HALL’S THEORY (ENCODING/DECODING MODEL OF COMMUNICATION)
It was first developed by cultural studies scholar Stuart Hall in 1973. Hall proposed that audience members can play an active role in decoding messages as they rely on their own social contexts, and might be capable of changing messages themselves through collective action. In simpler terms, encoding/decoding is the translation of a message that is easily understood. When you decode a message, you extract the meaning of that message in ways that make sense to you. Decoding has both verbal and non-verbal forms of communication: Decoding behavior without using words means observing body language and its associated emotions. Decoding is all about the understanding of what someone already knows, based on the information given throughout the message being received. Whether there is a large audience or exchanging a message to one person, decoding is the process of obtaining, absorbing, understanding, and sometimes using the information that was given throughout a verbal or non-verbal message.
AGENDA – SETTING THEORY
This theory was formally developed by Max McCombs and Donald Shaw in a study on the 1968 American presidential election.

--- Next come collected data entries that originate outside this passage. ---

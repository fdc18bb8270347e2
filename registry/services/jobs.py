"""Writes on jobs: create, and edit with optimistic concurrency on ``Job.version``.

A job carries everything its base screening needs: the site (GeoJSON Point or
Polygon), the deliverable frame and epoch, tolerances (95 %), the RTK error model and the
screening limits. Each function checks the actor's role (planning jobs is the
:data:`JOB_PLANNING` ability: technicians and managers), validates every field with a coded ``ValidationError``, runs in one transaction
and appends an audit event. Bad input changes nothing.

The fields, their checks and their defaults live in :mod:`registry.services.job_fields`.
"""

from __future__ import annotations

from typing import Any

from django.core.exceptions import ValidationError
from django.db import transaction
from django.db.models import F
from django.utils import timezone

from registry.errors import Conflict
from registry.models import Job
from registry.roles import Ability, has_ability
from registry.services._input import field_error
from registry.services.access import access_job_by_code, require_ability
from registry.services.audit import audit_record, create_audited, json_safe
from registry.services.job_fields import (
    CREATE_FIELDS,
    EDITABLE_FIELDS,
    REQUIRED_ON_CREATE,
    clean_job_fields,
    settings_defaults,
    validate_job,
)

__all__ = ["CREATE_FIELDS", "EDITABLE_FIELDS", "JOB_PLANNING", "job_create", "job_update", "may_plan_jobs"]

#: The ability that plans jobs (create and edit them): technicians (party chiefs) plan their own fieldwork,
#: managers hold it too (every manager records). Everything else managers keep (marks, positions, publishing).
#: Pages, the API and commands all ask this module, so one rule governs every door.
JOB_PLANNING = Ability.RECORD


def may_plan_jobs(user) -> bool:
    """Whether ``user`` may create and edit jobs (for showing or hiding the links; the writes check again)."""
    return has_ability(user, JOB_PLANNING)


def job_create(*, actor, data: dict) -> Job:
    """Create a job.

    Required: ``code``, ``name``, ``site_geojson``, ``frame_epsg``, ``epoch_yr``, ``tol_h_mm``,
    ``tol_v_mm``; everything else has its documented default.

    Raises
    ------
    registry.errors.PermissionDeniedError
        Unless the actor may plan jobs (:data:`JOB_PLANNING`: technicians and managers).
    django.core.exceptions.ValidationError
        Codes: ``required``, ``unknown_field``, ``invalid_code``, ``unique``, ``invalid_number``,
        ``out_of_range``, ``invalid_frame``, ``invalid_grid``, ``invalid_choice``, and the site codes of
        :func:`registry.geodesy.site.parse_site_geojson`.
    """
    require_ability(actor, JOB_PLANNING)
    cleaned = clean_job_fields(data, CREATE_FIELDS)
    missing = [f for f in REQUIRED_ON_CREATE if f not in cleaned or cleaned[f] in (None, "")]
    if missing:
        raise ValidationError({f: ValidationError("This field is required.", code="required") for f in missing})
    values = {**settings_defaults(), **cleaned}
    job = Job(**values, created_by=actor if getattr(actor, "is_authenticated", False) else None)
    validate_job(job)
    return create_audited(job, actor=actor, action="job_create", what="job")


def _parse_version(expected_version: Any) -> int:
    bad = field_error("version", "The version is a whole number (the one you started from).", "invalid_version")
    if expected_version is None or expected_version == "":
        raise field_error("version", "Send the version you started from.", "version_required")
    if isinstance(expected_version, bool):
        raise bad
    try:
        value = int(expected_version)
    except (TypeError, ValueError):
        raise bad from None
    if value < 1 or (isinstance(expected_version, float) and expected_version != value):
        raise bad
    return value


def job_update(*, actor, code: str, expected_version: Any, changes: dict) -> Job:
    """Edit a job, starting from ``expected_version``.

    The UPDATE is conditional on that version and bumps it; of two edits made from the same
    version the first wins and the second raises :class:`registry.errors.Conflict` (code
    ``stale_version``) with ``details = {field: {"yours": ..., "theirs": ...}, "version": ...}``.
    The refused attempt is audited too (``job_update_refused``). Values equal to the stored
    ones change nothing.
    """
    version = _parse_version(expected_version)
    cleaned = clean_job_fields(changes, EDITABLE_FIELDS)
    if not cleaned:
        raise ValidationError("Nothing to change.", code="no_changes")
    conflict: Conflict | None = None
    with transaction.atomic():
        job = access_job_by_code(actor, code, ability=JOB_PLANNING)
        candidate = Job.objects.get(pk=job.pk)
        for key, value in cleaned.items():
            setattr(candidate, key, value)
        validate_job(candidate)
        diff = {k: v for k, v in cleaned.items() if getattr(job, k) != v}
        if not diff and job.version == version:
            return job
        before = {k: getattr(job, k) for k in diff}
        updated = Job.objects.filter(pk=job.pk, version=version).update(
            **diff, version=F("version") + 1, updated_at=timezone.now()
        )
        if updated == 0:
            current = Job.objects.get(pk=job.pk)
            details: dict[str, Any] = {
                k: {"yours": json_safe(v), "theirs": json_safe(getattr(current, k))} for k, v in cleaned.items()
            }
            details["version"] = {"yours": version, "theirs": current.version}
            conflict = Conflict(
                f"Job {current.code} was changed by someone else since version {version} (it is now at version "
                f"{current.version}). Nothing was saved; review their values and submit again.",
                code="stale_version",
                details=details,
            )
            audit_record(
                actor=actor,
                action="job_update_refused",
                obj=current,
                before={**{k: getattr(current, k) for k in cleaned}, "version": current.version},
                after={**cleaned, "version": version},
                note=conflict.message,
            )
        else:
            job.refresh_from_db()
            audit_record(
                actor=actor,
                action="job_update",
                obj=job,
                before={**before, "version": version},
                after={**diff, "version": job.version},
            )
    if conflict is not None:
        raise conflict
    return job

It stated that mass media determine the issues that concern the public rather than the public’s views. Under this theory, the issues that receive the most attention from media become the issues that the public discusses, debates, and demands action on. This means that the media is determining what issues and stories the public thinks about. Therefore, when the media fails to address a particular issue, it becomes marginalized in the minds of the public.